Singur is a small farming community in the West Bengal province of India. The agricultural way of life has supported the people of this community for hundreds of years. Their land is particularly fertile due to the fact that it is part of the Hooghly river valley. The land in this area is capable of producing multiple rice harvests each year and has been a source of wealth for the villages of this area for generations.

Tata Motors is part of a vast multinational corporation that emerged from the recent successful industrialisation of India that has occurred over the last 20 years. Tata Group, founded in 1868 by Jamsetji Nusserwanji Tata as a trading company in Bombay, is one of the largest conglomerates in the world. Ushered in by reforms starting in 1990, the opening up of the Indian economy allowed Tata Holdings to become one of the most powerful international businesses in the world.

Tata motors took the decision to build a new plant in Singur as a result of a secret contract with the government. This is particularly ironic since the ruling government of the West Bengal province proclaims itself to be Communist.

The people of Singur have halted construction work at the new plant through a combination of political pressure and protests. These actions have forced the government to return to the negotiating table with Tata Motors to revisit the compensation offered to the people of Singur farmers.

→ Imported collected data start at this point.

def _check_nesting(text: str, source: str) -> None:
    if text.count("[") + text.count("{") <= MAX_NESTING:
        return
    depth = deepest = 0
    quote = None
    comment = escaped = False
    for ch in text:
        if comment:
            comment = ch != "\n"
        elif quote:
            if escaped:
                escaped = False
            elif ch == "\\" and quote == '"':
                escaped = True
            elif ch == quote:
                quote = None
        elif ch in "\"'":
            quote = ch
        elif ch == "#":
            comment = True
        elif ch in "[{":
            depth += 1
            deepest = max(deepest, depth)
        elif ch in "]}":
            depth = max(0, depth - 1)
    if deepest > MAX_NESTING:
        raise SpecError(source, None, f"malformed TOML: brackets nested {deepest} deep "
                        f"(at most {MAX_NESTING})")


def parse_spec(raw: dict, *, source: str = "<spec>", base_dir: Path | None = None) -> Spec:
    """Validate a table tree (as from TOML) and convert it to SI dataclasses."""
    from designer.fabrication import parse_fabrication
    from designer.families import FAMILY_NAMES, SampleContext, get_family

    raw = copy.deepcopy(raw)
    top = TableReader(raw, "", source)
    for name in raw:
        if name not in TABLES:
            raise SpecError(source, name, "unknown table (known tables: "
                            + ", ".join(TABLES) + ")", raw[name])

    beam = _parse_beam(top.subtable("beam", required=True))
    sample_reader = top.subtable("sample", required=True)
    family_name = sample_reader.string("family", choices=FAMILY_NAMES)
    laser = _parse_laser(top.subtable("laser", required=True), family_name)
    path = _parse_path(top.subtable("path"))
    solver = _parse_solver(top.subtable("solver"))
    fabrication = parse_fabrication(top.subtable("fabrication"))
    spectrum = _parse_spectrum(top.subtable("spectrum"))
    optimize = _table(top, "optimize")
    layout = _table(top, "layout")

    context = SampleContext(
        wavelength_m=laser.wavelength_m, beta=beam.beta, gamma=beam.gamma,
        angle_rad=laser.angle_rad, from_side=laser.from_side, source=source,
        base_dir=base_dir, path=dict(raw.get("path", {})))
    family = get_family(family_name)
    sample = family.parse(sample_reader, context)
    family.check_path(sample, context)
    _check_out_of_plane(raw, source, family_name, sample)
    return Spec(source=source, base_dir=base_dir, raw=raw, beam=beam, laser=laser,
                family=family_name, sample=sample, path=path, solver=solver,
                fabrication=fabrication, spectrum=spectrum, optimize=optimize,
                layout=layout, context=context, sha256=canonical_sha256(raw))
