/** One entry of the results list, a t-test or an F, χ², r or z: its line, its text, its status and its p strip. */
function resultItem(index: number, item: AnyResult, pAxis: PAxis, flagged: Finding[]): string {
  const r = item.record;
  const worst = worstLevel(flagged);
  const status = worst ? `<span class="lvl-${worst}"><span class="sym">${SEVERITY[worst].symbol}</span> ${flagged.length} finding${flagged.length === 1 ? '' : 's'}</span>` : r.recomputed ? 'no finding' : 'not recomputed';
  const row = item.kind === 't' ? resultRow(item.record) : statisticRow(item.record);
  // the strip in a column of its own, so strips line up down the list on the shared axis
  return `<li id="${resultAnchor(index, item.kind === 't' ? 'result' : 'statistic', item.n)}"><div class="rrow"><span><a href="#${anchor(index, 'L', r.start.line)}">${escapeHtml(shortPlace(r))}</a>: <code>${escapeHtml(r.printed)}</code> — ${status}</span><span class="pic">${row ? pStrip(row, pAxis) : ''}</span></div></li>`;
}

function worstLevel(findings: Finding[]): Level | undefined {
  return findings.reduce<Level | undefined>((w, f) => (!w || RANK[f.level] > RANK[w] ? f.level : w), undefined);
}

/**
 * The checklist: the document's items (a missing one has no line), then one row per per-result
 * item with how many results meet it and where it is missing, each place a link to its line.
 */
function checklistTable(file: FileReport, index: number): string {
  const items = summariseChecklist(file);
  const byLine = (line: number, text: string) => `<a href="#${anchor(index, 'L', line)}">${escapeHtml(text)}</a>`;
  const guideline = (s: ItemSummary) => guidelineRefs(s.record).map((r) => `${escapeHtml(r.guideline)}: ${escapeHtml(r.ref)}`).join('; ');
  const doc = items.flatMap((s) =>
    s.scope === 'document'
      ? [`<tr><td>${escapeHtml(s.record.item)}</td><td class="st-${s.status}">${s.status.replace('-', ' ')}</td><td>${escapeHtml(s.detail)}${s.line !== undefined ? ` (${byLine(s.line, s.where ?? `line ${s.line}`)})` : ''}</td><td>${guideline(s)}</td></tr>`]
      : [],
  );
  const perResult = items.flatMap((s) => {
    if (s.scope !== 'result') return [];
    const status = s.applicable === 0 ? 'not-applicable' : s.missing === 0 ? 'found' : 'missing';
    const met = s.applicable === 0 ? 'not applicable' : `${s.found} of ${s.applicable}`;
    const where = s.missing === 0 ? '' : s.missing === s.applicable && s.applicable > 1 ? escapeHtml(missingWhere(s)) : placeLinks(s.places, byLine);
    return [`<tr><td>${escapeHtml(s.record.item)}</td><td class="st-${status}">${met}</td><td>${where}</td><td>${guideline(s)}</td></tr>`];
  });
  const head = (second: string, third: string) => `<thead><tr><th>Item</th><th>${second}</th><th>${third}</th><th>Guideline</th></tr></thead>`;
  return [
    `<p><strong>The document</strong></p><table class="checklist">${head('Status', 'Detail')}<tbody>${doc.join('')}</tbody></table>`,
    perResult.length > 0 && resultCount(file) > 0 ? `<p><strong>Each result</strong></p><table class="checklist">${head('Met', 'Missing for')}<tbody>${perResult.join('')}</tbody></table>` : '',
  ].join('');
}

/** Each place a link to its line: "line 19", "Table 1, row 'Eye strain'". */
function placeLinks(places: readonly MissingPlace[], link: (line: number, text: string) => string): string {
  const seen = new Map<string, { line: number; n: number }>();
  for (const p of places) {
    const at = p.where ?? `line ${p.line}`;
    const text = p.table ? `${p.table.name}, ${p.table.row ? `row '${p.table.row}'` : at}` : `${at}${p.printed ? ` (${p.printed})` : ''}`;
    const had = seen.get(text);
    if (had) had.n += 1;
    else seen.set(text, { line: p.line, n: 1 });
  }
  return [...seen].map(([text, { line, n }]) => `${link(line, text)}${n > 1 ? ` (${n} results)` : ''}`).join(', ');
}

Many reports present this issue as a matter of financial compensation that paints the farmers as money grubbing complainers who are upset about not getting their fair share of what is expected to be a very successful project. For some farmers, this characteristic may very well be true. It is very easy to paint the leaders of the protest movement with this brush, but not all of the farmers think this way. One farmer, Tayab Ali Mandal, 52, of Joymolla village, is quoted as saying, "We are farmers; we know only farm work; we don't know any paper-pencil work... I won't go inside that place even to urinate. We are disgusted by that place."

There are some protesting farmers, such as Gopal Santra, who would not even accept money for their land, but some reports misrepresent this as a tactic to ensure that they got a better deal for the sale.

This problem of industrialisation versus agriculture will only grow larger as the amount of arable land around the world shrinks. It would seem that it would be far more prudent to place factories in locations where agriculture will not work effectively, especially in a country of 1.1 billion people, where the lack of food has in the past become a major issue. Meanwhile, the people of India's farming class continue to be faced with the decision of abandoning their traditional way of life for an uncertain life in the cities, where every form of human corruption flourishes among the rich and the poor alike.